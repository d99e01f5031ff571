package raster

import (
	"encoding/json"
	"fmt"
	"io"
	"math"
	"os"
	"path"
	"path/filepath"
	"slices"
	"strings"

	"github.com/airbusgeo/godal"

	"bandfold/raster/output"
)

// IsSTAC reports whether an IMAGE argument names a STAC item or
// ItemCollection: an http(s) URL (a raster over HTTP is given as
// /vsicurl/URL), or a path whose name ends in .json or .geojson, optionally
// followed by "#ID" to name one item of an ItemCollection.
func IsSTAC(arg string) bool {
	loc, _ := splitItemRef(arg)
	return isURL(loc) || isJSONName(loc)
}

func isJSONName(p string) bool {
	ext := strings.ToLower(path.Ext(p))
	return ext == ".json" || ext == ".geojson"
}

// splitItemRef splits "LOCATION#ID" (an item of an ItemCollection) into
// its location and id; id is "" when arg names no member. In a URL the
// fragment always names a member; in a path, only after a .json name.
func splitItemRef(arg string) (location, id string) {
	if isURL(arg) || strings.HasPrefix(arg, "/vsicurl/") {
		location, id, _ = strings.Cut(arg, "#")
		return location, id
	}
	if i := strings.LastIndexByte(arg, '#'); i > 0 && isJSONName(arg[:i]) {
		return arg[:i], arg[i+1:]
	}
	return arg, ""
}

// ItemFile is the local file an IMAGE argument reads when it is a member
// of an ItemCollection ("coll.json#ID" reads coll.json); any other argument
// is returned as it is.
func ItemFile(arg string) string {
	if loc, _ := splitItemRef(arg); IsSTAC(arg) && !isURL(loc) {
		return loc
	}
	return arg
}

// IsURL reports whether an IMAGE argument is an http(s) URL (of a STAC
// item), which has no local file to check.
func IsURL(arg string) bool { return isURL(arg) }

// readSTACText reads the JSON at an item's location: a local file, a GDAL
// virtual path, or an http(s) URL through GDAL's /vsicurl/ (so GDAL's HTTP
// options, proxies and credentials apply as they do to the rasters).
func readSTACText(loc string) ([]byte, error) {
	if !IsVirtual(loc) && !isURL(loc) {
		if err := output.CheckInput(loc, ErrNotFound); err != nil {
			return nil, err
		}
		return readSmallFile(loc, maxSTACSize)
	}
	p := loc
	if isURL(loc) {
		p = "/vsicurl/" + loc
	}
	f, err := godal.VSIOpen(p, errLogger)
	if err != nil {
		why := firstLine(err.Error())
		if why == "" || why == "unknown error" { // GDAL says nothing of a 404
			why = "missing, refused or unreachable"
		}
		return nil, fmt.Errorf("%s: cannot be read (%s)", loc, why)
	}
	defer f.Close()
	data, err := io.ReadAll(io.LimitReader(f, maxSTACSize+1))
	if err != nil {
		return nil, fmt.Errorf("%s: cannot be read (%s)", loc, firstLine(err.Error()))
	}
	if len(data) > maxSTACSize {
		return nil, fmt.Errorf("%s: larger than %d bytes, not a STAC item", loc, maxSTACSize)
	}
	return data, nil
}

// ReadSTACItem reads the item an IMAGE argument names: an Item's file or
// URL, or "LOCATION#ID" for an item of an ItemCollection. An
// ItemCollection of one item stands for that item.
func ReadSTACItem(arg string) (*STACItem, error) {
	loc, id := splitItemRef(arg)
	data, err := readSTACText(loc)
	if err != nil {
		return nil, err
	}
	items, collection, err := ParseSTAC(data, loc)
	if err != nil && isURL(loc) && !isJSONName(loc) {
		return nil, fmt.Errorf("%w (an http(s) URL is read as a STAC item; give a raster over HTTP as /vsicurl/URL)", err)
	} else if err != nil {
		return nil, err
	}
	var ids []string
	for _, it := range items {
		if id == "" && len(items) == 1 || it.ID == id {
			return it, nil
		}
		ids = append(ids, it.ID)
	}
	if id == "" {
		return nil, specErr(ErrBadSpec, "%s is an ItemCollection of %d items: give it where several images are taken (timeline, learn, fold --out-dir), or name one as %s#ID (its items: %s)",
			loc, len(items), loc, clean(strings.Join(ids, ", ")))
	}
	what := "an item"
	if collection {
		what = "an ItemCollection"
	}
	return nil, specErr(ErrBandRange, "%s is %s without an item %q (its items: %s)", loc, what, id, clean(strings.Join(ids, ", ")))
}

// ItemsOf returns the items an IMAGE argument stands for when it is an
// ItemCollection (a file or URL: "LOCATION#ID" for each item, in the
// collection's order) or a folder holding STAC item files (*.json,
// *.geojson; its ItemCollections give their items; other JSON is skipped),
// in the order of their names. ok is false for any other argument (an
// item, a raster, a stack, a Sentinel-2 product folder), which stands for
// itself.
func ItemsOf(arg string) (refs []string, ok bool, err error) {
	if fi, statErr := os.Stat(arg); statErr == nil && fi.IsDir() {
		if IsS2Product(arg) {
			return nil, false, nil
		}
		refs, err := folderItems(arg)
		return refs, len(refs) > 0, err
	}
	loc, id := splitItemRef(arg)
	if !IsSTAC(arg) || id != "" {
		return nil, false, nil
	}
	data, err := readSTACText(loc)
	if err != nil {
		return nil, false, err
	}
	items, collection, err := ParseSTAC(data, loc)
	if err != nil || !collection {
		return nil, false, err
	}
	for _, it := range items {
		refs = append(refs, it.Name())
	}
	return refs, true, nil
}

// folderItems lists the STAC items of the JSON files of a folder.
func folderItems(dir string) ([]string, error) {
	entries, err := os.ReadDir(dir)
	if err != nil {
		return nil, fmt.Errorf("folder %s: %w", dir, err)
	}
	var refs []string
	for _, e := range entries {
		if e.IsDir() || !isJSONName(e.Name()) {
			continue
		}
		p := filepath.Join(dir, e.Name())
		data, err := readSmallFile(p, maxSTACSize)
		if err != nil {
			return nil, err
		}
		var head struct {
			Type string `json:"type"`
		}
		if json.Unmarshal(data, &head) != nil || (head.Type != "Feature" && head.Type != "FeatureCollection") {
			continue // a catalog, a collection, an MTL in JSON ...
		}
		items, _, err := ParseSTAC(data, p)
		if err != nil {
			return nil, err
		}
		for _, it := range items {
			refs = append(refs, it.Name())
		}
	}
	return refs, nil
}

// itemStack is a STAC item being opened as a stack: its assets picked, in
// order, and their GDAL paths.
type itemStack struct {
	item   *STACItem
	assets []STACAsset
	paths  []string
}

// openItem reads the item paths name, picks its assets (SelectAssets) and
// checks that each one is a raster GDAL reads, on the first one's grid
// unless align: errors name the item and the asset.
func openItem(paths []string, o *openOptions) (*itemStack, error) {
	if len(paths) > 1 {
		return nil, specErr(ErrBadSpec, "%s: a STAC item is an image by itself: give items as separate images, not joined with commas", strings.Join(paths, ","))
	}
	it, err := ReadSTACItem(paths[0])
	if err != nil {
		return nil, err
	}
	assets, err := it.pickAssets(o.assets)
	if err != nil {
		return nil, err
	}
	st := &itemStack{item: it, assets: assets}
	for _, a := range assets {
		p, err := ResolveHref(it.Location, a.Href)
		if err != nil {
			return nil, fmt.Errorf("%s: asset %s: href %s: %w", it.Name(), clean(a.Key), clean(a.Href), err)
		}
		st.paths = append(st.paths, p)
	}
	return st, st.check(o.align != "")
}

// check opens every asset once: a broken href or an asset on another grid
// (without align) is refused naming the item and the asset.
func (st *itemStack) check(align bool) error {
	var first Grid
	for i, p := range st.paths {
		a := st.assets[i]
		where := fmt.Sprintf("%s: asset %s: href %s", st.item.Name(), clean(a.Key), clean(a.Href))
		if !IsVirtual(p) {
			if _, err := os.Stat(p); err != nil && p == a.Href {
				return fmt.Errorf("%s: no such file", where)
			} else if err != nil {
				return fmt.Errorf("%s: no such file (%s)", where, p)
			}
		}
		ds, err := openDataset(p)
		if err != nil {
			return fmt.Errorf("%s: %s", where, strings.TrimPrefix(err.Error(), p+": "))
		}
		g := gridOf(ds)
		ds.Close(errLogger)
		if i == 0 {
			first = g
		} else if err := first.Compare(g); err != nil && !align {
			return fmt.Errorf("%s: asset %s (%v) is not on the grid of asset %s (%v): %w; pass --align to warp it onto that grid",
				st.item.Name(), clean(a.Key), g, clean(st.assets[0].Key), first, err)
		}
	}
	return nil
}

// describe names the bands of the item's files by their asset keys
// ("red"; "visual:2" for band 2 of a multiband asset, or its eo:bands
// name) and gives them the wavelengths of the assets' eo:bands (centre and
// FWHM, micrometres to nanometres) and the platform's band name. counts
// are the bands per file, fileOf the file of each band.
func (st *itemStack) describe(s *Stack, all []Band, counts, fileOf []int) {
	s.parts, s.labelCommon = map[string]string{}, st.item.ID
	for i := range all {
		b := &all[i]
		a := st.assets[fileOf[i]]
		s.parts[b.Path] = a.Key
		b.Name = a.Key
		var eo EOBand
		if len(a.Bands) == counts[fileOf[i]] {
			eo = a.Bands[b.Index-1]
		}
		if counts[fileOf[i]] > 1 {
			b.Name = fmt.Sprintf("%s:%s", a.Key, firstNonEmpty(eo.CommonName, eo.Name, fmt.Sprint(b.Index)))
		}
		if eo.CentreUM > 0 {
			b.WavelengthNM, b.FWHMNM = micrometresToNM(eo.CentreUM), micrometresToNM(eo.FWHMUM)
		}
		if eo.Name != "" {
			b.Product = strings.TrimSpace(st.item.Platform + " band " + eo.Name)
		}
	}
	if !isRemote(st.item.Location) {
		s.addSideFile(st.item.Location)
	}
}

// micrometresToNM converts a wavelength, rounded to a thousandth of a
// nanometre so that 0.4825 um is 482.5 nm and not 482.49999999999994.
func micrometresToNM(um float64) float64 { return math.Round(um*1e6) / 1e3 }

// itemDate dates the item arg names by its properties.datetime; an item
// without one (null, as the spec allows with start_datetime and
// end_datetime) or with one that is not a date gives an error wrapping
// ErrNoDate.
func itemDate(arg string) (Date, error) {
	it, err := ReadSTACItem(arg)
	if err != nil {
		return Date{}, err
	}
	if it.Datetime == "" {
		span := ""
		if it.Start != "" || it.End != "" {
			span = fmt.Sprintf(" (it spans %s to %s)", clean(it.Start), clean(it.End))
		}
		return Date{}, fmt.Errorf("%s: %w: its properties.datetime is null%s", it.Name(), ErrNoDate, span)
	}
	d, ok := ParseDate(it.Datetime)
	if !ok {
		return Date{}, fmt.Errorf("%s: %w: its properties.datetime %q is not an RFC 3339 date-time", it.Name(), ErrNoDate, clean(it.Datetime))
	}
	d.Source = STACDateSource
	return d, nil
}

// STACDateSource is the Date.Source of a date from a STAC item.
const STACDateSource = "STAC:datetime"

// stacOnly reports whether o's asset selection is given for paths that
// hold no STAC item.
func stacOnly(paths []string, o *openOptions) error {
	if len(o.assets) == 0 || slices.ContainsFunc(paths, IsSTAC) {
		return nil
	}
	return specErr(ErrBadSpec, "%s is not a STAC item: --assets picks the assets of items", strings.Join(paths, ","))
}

**********

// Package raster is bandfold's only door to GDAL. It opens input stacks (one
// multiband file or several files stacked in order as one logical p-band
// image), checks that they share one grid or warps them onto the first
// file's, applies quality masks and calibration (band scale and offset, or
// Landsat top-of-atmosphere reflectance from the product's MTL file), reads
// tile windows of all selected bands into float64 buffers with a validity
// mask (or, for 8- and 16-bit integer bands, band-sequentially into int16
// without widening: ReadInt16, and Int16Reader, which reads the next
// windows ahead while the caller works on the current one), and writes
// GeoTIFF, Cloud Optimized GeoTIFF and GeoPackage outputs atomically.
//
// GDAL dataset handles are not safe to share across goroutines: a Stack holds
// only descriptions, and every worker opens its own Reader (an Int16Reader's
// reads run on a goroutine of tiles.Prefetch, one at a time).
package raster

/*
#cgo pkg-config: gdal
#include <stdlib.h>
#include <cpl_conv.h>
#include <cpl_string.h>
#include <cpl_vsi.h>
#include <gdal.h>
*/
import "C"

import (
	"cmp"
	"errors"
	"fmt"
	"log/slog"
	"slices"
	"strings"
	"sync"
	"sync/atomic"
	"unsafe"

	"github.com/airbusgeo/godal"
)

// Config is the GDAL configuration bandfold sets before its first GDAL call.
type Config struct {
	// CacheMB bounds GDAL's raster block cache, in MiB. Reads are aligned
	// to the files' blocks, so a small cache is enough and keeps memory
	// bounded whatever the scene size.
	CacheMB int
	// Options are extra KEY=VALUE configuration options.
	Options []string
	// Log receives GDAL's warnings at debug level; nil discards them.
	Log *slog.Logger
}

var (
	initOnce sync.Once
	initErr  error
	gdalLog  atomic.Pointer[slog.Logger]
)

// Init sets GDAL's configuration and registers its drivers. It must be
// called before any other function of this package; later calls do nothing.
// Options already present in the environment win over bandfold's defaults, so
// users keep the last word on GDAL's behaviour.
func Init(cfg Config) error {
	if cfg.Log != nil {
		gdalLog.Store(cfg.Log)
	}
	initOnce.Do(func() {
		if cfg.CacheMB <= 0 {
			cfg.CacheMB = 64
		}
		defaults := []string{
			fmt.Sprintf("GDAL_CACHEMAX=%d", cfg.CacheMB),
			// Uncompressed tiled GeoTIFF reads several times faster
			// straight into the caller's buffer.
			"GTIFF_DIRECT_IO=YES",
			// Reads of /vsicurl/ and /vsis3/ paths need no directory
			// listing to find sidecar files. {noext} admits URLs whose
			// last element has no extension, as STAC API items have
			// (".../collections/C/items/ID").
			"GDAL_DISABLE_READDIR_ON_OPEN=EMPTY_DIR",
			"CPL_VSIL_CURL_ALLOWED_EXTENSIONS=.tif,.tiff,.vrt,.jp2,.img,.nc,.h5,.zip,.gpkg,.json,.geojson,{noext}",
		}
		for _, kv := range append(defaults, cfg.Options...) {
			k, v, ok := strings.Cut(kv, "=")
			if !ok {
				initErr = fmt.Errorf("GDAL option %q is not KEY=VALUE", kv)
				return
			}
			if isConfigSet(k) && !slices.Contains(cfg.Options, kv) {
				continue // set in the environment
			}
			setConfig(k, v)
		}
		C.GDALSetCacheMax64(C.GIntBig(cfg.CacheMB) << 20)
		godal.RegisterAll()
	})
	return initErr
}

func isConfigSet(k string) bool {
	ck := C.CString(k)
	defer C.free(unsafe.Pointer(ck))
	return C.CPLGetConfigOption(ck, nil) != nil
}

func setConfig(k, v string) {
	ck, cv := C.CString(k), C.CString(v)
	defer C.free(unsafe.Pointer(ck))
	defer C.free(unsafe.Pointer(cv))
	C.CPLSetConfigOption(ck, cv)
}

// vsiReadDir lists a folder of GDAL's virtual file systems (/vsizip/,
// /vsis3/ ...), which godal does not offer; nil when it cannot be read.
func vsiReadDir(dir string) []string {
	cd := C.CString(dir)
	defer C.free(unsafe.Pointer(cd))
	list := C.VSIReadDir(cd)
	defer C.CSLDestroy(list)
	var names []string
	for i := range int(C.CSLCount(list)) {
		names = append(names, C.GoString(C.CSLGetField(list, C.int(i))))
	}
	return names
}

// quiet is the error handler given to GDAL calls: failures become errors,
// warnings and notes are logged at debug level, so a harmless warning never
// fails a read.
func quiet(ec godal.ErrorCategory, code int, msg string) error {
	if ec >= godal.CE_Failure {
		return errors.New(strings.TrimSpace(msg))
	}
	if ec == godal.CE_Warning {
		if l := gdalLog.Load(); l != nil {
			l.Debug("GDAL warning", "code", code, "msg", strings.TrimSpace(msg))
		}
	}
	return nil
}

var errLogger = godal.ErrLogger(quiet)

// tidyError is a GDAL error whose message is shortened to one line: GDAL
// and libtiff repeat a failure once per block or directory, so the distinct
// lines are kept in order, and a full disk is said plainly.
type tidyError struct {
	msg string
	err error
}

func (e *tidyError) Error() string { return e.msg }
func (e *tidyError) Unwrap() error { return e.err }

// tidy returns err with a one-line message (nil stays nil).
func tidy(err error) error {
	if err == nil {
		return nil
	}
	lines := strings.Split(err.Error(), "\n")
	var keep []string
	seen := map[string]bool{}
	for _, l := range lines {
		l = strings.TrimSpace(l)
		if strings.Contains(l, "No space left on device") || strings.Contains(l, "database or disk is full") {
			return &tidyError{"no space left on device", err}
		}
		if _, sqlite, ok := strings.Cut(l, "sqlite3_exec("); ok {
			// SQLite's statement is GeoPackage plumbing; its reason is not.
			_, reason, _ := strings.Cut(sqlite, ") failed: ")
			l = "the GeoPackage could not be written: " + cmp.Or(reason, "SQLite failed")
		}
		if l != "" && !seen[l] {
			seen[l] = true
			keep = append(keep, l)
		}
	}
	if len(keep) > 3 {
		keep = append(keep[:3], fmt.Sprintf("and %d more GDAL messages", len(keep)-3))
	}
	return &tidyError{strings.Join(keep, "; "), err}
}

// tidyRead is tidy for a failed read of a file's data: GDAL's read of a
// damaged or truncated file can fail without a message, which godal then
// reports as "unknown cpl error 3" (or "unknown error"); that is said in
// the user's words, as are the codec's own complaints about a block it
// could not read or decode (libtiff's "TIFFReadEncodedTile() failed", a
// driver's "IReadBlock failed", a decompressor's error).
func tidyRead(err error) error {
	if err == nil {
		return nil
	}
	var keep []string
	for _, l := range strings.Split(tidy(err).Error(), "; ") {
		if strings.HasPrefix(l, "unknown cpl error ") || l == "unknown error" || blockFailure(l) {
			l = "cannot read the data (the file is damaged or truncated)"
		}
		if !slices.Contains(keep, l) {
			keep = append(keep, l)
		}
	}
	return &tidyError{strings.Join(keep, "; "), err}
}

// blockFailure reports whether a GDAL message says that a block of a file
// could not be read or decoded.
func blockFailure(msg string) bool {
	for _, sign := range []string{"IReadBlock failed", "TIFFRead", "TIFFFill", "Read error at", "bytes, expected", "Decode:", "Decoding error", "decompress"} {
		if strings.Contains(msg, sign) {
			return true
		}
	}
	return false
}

**********

* **WHAT TO WORK ON**:
Find where the line with "repository d99e01f5031ff571" sits in the material above, then copy exactly from it through the line with "file to check.". Add no other line.

* **COMPLETED EXERCISE**:
repository d99e01f5031ff571
package raster

import (
	"encoding/json"
	"fmt"
	"io"
	"math"
	"os"
	"path"
	"path/filepath"
	"slices"
	"strings"

	"github.com/airbusgeo/godal"

	"bandfold/raster/output"
)

// IsSTAC reports whether an IMAGE argument names a STAC item or
// ItemCollection: an http(s) URL (a raster over HTTP is given as
// /vsicurl/URL), or a path whose name ends in .json or .geojson, optionally
// followed by "#ID" to name one item of an ItemCollection.
func IsSTAC(arg string) bool {
	loc, _ := splitItemRef(arg)
	return isURL(loc) || isJSONName(loc)
}

func isJSONName(p string) bool {
	ext := strings.ToLower(path.Ext(p))
	return ext == ".json" || ext == ".geojson"
}

// splitItemRef splits "LOCATION#ID" (an item of an ItemCollection) into
// its location and id; id is "" when arg names no member. In a URL the
// fragment always names a member; in a path, only after a .json name.
func splitItemRef(arg string) (location, id string) {
	if isURL(arg) || strings.HasPrefix(arg, "/vsicurl/") {
		location, id, _ = strings.Cut(arg, "#")
		return location, id
	}
	if i := strings.LastIndexByte(arg, '#'); i > 0 && isJSONName(arg[:i]) {
		return arg[:i], arg[i+1:]
	}
	return arg, ""
}

// ItemFile is the local file an IMAGE argument reads when it is a member
// of an ItemCollection ("coll.json#ID" reads coll.json); any other argument
// is returned as it is.
func ItemFile(arg string) string {
	if loc, _ := splitItemRef(arg); IsSTAC(arg) && !isURL(loc) {
		return loc
	}
	return arg
}

// IsURL reports whether an IMAGE argument is an http(s) URL (of a STAC
// item), which has no local file to check.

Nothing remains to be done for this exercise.